Async start kernel in different stream after another completes?

I am currently async launching kernel A, then several grids of kernel B (each with different number of blocks), then doing a large amount of CPU work in parallel, and then transferring the results back.

Each grid of kernel B is independent of each other, but dependent upon kernel A. However, I am not currently using streams.
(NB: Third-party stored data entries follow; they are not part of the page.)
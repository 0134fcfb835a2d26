/** Time weights and block means of an unevenly sampled series: the interpolant between samples, averaged. */

/** Weight of each sample in time: half the way to its neighbours (trapezoid rule). */
export function timeWeights(t: ArrayLike<number>): Float64Array {
  const n = t.length;
  const w = new Float64Array(n);
  if (n < 2) return w.fill(1);
  w[0] = (t[1] - t[0]) / 2;
  w[n - 1] = (t[n - 1] - t[n - 2]) / 2;
  for (let k = 1; k < n - 1; k++) w[k] = (t[k + 1] - t[k - 1]) / 2;
  return w;
}

export interface Blocks {
  /** Middle of each block in time. */
  readonly time: Float64Array;
  /** Time average of the linear interpolant in each block. */
  readonly mean: Float64Array;
}

/** Fewer block means than this tell neither a scatter nor a slope. */
export const FEW = 4;

/** Means of `count` blocks of equal duration over the whole series. */
export function blockMeans(t: Float64Array, x: Float64Array, count: number): Blocks {
  const n = t.length;
  const first = t[0];
  const span = t[n - 1] - first;
  const integral = new Float64Array(n);
  for (let k = 1; k < n; k++) {
    integral[k] = integral[k - 1] + ((t[k] - t[k - 1]) * (x[k] + x[k - 1])) / 2;
  }
  const time = new Float64Array(count);
  const mean = new Float64Array(count);
  let k = 0;
  const upTo = (edge: number): number => {
    while (k < n - 2 && t[k + 1] <= edge) k++;
    const h = Math.min(edge, t[n - 1]) - t[k];
    const slope = (x[k + 1] - x[k]) / (t[k + 1] - t[k]);
    return integral[k] + x[k] * h + 0.5 * slope * h * h;
  };
  let before = 0;
  for (let b = 0; b < count; b++) {
    const end = first + ((b + 1) * span) / count;
    const here = upTo(end);
    time[b] = first + ((b + 0.5) * span) / count;
    mean[b] = ((here - before) * count) / span;
    before = here;
  }
  return { time, mean };
}

export interface Slope {
  readonly slope: number;
  readonly error: number;
  /** Slope over its error. */
  readonly t: number;
}

/** Straight line through block means; its error from their scatter about it. */
export function slopeOf({ time, mean }: Blocks): Slope {
  const m = time.length;
  const tMean = average(time);
  const xMean = average(mean);
  let tt = 0;
  let tx = 0;
  for (let k = 0; k < m; k++) {
    tt += (time[k] - tMean) ** 2;
    tx += (time[k] - tMean) * mean[k];
  }
  const slope = tx / tt;
  let squares = 0;
  for (let k = 0; k < m; k++) squares += (mean[k] - xMean - slope * (time[k] - tMean)) ** 2;
  const error = Math.sqrt(squares / (m - 2) / tt);
  return {
    slope,
    error,
    t: error > 0 ? slope / error : slope === 0 ? 0 : Math.sign(slope) * Infinity,
  };
}

export interface Step {
  /** Variance explained by two levels against what is left, as an F statistic. */
  readonly f: number;
  readonly jump: number;
  readonly time: number;
}

/** The best description of block means by two levels. */
export function bestStep({ time, mean }: Blocks): Step {
  const m = mean.length;
  const all = squaresAbout(mean, 0, m);
  let best: Step = { f: 0, jump: 0, time: time[0] };
  for (let c = 2; c < m - 1; c++) {
    const left = squaresAbout(mean, 0, c) + squaresAbout(mean, c, m);
    const f = (all - left) / (left / (m - 2) + 1e-300);
    if (f <= best.f) continue;
    const jump = average(mean.subarray(c)) - average(mean.subarray(0, c));
    best = { f, jump, time: (time[c] + time[c - 1]) / 2 };
  }
  return best;
}

export function average(x: Float64Array): number {
  let sum = 0;
  for (const value of x) sum += value;
  return sum / x.length;
}

export function median(x: ArrayLike<number>): number {
  const sorted = Float64Array.from(x).sort();
  const middle = sorted.length >> 1;
  return sorted.length % 2 ? sorted[middle] : (sorted[middle - 1] + sorted[middle]) / 2;
}

function squaresAbout(x: Float64Array, begin: number, end: number): number {
  const mean = average(x.subarray(begin, end));
  let sum = 0;
  for (let k = begin; k < end; k++) sum += (x[k] - mean) ** 2;
  return sum;
}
I know I can wait until kernel A completes, then explicitly give each kernel B its own stream.

However, if I am understanding this correctly, this requires me to wait until after kernel A completes and then launch the B kernels, because if I do not they will erroneously begin executing in parallel with kernel A. Yet, I do not want to interrupt my CPU work to do this.

How do I asynchronously queue kernel launches in different streams to begin after the completion of a single kernel?

One possible method would be to use cudaStreamWaitEvent

Launch kernelA
Issue cudaEventRecord(eventA)

then in each of your dependent streams,

cudaStreamWaitEvent(eventA)
kernelB<<<…>>>(my_chunk)

[url]http://docs.nvidia.com/cuda/cuda-runtime-api/group__CUDART__STREAM.html#group__CUDART__STREAM_1gc301fd024e6fd4a17074d229d4504077[/url]

That looks like what I need! Thanks txbob!